Required action:
When you find the line with "const falls = (c: ReturnType<typeof" among the records below, reproduce it and each line after it exactly, ending with the line with "const c = crewSafetyCautions(6);".
*** Opening of Data excerpts ***
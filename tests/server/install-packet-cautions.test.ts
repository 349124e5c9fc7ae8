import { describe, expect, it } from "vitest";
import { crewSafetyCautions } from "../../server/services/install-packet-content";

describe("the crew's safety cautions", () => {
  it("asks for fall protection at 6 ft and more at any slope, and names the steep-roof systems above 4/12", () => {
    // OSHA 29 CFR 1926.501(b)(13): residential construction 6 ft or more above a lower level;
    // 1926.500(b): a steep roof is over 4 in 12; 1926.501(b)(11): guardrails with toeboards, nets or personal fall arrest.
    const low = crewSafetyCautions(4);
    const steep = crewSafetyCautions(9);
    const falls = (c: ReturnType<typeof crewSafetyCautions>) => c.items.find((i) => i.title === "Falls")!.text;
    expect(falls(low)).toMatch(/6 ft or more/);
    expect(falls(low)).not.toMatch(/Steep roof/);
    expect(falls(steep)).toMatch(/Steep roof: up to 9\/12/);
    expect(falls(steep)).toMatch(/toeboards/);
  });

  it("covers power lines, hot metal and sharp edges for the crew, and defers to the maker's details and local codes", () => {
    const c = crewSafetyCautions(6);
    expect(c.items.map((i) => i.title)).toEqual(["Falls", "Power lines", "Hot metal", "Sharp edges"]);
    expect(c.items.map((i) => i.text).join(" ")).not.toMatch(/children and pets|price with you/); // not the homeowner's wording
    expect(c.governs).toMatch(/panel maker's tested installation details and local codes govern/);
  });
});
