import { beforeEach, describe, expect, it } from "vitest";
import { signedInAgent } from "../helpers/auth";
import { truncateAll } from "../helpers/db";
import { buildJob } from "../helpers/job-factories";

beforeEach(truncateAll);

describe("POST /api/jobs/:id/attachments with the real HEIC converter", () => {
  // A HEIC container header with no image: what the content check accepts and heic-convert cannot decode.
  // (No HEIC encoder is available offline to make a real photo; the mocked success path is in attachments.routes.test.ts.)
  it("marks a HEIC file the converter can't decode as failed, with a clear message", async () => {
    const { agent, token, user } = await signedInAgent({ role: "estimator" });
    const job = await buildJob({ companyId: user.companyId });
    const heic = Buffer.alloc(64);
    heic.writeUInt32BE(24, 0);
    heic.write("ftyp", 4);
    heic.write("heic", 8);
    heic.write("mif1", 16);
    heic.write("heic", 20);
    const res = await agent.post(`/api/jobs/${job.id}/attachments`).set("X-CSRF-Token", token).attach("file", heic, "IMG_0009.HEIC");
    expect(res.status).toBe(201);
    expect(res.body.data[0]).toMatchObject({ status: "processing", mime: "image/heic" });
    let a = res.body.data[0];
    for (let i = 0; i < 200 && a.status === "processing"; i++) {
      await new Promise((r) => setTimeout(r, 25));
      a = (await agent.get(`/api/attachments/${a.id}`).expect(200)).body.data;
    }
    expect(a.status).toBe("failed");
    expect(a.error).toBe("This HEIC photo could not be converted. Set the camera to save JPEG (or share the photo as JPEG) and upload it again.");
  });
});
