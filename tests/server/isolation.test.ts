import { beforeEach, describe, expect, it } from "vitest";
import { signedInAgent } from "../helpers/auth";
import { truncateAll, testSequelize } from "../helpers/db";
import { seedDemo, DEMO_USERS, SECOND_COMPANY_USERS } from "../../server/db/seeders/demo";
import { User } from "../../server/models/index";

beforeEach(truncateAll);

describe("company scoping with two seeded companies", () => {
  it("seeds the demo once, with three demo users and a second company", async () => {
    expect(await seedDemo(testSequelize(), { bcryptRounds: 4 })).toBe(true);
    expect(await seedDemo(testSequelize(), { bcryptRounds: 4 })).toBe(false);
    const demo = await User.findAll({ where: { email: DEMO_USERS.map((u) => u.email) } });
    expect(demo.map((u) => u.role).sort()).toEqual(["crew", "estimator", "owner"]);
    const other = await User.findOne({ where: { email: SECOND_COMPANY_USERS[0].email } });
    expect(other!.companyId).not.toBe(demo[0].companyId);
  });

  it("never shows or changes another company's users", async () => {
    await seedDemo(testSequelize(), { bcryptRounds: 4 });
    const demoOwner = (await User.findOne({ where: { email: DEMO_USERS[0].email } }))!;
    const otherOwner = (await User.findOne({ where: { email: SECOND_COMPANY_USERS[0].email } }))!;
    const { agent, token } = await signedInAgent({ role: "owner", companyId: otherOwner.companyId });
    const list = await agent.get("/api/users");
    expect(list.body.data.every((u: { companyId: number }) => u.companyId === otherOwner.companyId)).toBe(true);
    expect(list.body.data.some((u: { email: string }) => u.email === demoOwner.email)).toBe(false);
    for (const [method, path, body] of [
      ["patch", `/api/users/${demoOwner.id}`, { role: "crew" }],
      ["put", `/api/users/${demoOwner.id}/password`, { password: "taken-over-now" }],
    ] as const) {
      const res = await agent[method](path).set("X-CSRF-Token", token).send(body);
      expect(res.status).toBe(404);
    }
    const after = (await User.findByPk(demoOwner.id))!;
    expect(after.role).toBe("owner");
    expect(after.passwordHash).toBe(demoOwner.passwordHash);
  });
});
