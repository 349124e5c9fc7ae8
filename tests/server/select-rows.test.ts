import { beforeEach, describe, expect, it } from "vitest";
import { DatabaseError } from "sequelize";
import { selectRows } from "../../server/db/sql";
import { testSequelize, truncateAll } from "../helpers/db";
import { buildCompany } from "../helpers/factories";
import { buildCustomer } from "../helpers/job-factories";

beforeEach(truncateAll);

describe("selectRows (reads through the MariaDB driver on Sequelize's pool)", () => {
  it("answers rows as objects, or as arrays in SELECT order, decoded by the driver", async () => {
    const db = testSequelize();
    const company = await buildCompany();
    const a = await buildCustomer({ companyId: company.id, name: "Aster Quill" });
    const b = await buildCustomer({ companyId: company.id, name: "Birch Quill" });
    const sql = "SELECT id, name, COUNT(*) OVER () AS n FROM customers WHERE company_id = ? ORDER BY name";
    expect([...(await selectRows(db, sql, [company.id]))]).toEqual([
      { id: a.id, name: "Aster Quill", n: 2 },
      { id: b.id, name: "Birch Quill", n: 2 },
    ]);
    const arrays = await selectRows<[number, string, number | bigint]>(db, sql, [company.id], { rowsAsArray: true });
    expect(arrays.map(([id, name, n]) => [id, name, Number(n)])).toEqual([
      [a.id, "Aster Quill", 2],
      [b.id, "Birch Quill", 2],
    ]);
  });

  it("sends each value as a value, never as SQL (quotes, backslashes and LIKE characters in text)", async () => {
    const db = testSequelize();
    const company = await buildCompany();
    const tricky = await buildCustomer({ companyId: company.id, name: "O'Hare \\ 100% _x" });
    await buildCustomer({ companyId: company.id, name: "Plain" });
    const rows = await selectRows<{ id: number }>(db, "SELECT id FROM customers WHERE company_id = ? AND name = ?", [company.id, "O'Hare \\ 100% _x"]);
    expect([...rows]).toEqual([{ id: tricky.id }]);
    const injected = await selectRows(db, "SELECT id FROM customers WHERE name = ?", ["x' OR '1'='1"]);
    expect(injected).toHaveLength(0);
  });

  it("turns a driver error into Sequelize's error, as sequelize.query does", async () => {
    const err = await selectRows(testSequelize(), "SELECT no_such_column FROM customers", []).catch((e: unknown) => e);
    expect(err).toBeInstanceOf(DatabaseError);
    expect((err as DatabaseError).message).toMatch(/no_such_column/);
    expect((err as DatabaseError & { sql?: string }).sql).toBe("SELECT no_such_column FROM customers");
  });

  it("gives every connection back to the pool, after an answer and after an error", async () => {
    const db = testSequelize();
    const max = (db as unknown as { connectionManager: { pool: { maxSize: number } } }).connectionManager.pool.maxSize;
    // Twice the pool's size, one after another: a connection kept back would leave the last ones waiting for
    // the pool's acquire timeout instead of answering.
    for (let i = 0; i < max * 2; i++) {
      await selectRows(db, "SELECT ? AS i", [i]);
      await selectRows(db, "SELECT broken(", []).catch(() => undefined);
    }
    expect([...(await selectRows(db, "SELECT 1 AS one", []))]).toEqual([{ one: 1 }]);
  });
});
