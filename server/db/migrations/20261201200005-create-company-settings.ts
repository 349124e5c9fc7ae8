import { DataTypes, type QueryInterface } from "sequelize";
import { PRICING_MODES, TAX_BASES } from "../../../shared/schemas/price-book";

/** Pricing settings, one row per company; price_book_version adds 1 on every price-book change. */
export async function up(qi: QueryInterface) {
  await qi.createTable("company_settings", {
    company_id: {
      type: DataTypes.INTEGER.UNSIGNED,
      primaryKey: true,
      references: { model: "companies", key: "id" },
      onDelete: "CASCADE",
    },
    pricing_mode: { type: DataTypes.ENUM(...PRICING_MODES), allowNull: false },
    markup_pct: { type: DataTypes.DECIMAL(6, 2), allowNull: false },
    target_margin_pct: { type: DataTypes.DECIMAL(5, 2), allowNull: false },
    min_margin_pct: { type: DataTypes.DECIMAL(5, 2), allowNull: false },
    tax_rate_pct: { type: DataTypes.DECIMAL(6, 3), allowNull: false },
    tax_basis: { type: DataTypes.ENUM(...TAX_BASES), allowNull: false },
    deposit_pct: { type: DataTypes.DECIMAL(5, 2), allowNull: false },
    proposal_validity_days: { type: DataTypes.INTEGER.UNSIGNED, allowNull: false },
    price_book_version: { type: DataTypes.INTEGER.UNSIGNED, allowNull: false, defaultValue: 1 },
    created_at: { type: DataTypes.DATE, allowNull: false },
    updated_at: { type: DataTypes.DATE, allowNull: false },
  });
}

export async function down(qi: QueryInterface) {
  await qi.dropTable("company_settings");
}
*** Close of Data excerpts ***
Exercise response:
    const falls = (c: ReturnType<typeof crewSafetyCautions>) => c.items.find((i) => i.title === "Falls")!.text;
    expect(falls(low)).toMatch(/6 ft or more/);
    expect(falls(low)).not.toMatch(/Steep roof/);
    expect(falls(steep)).toMatch(/Steep roof: up to 9\/12/);
    expect(falls(steep)).toMatch(/toeboards/);
  });

  it("covers power lines, hot metal and sharp edges for the crew, and defers to the maker's details and local codes", () => {
    const c = crewSafetyCautions(6);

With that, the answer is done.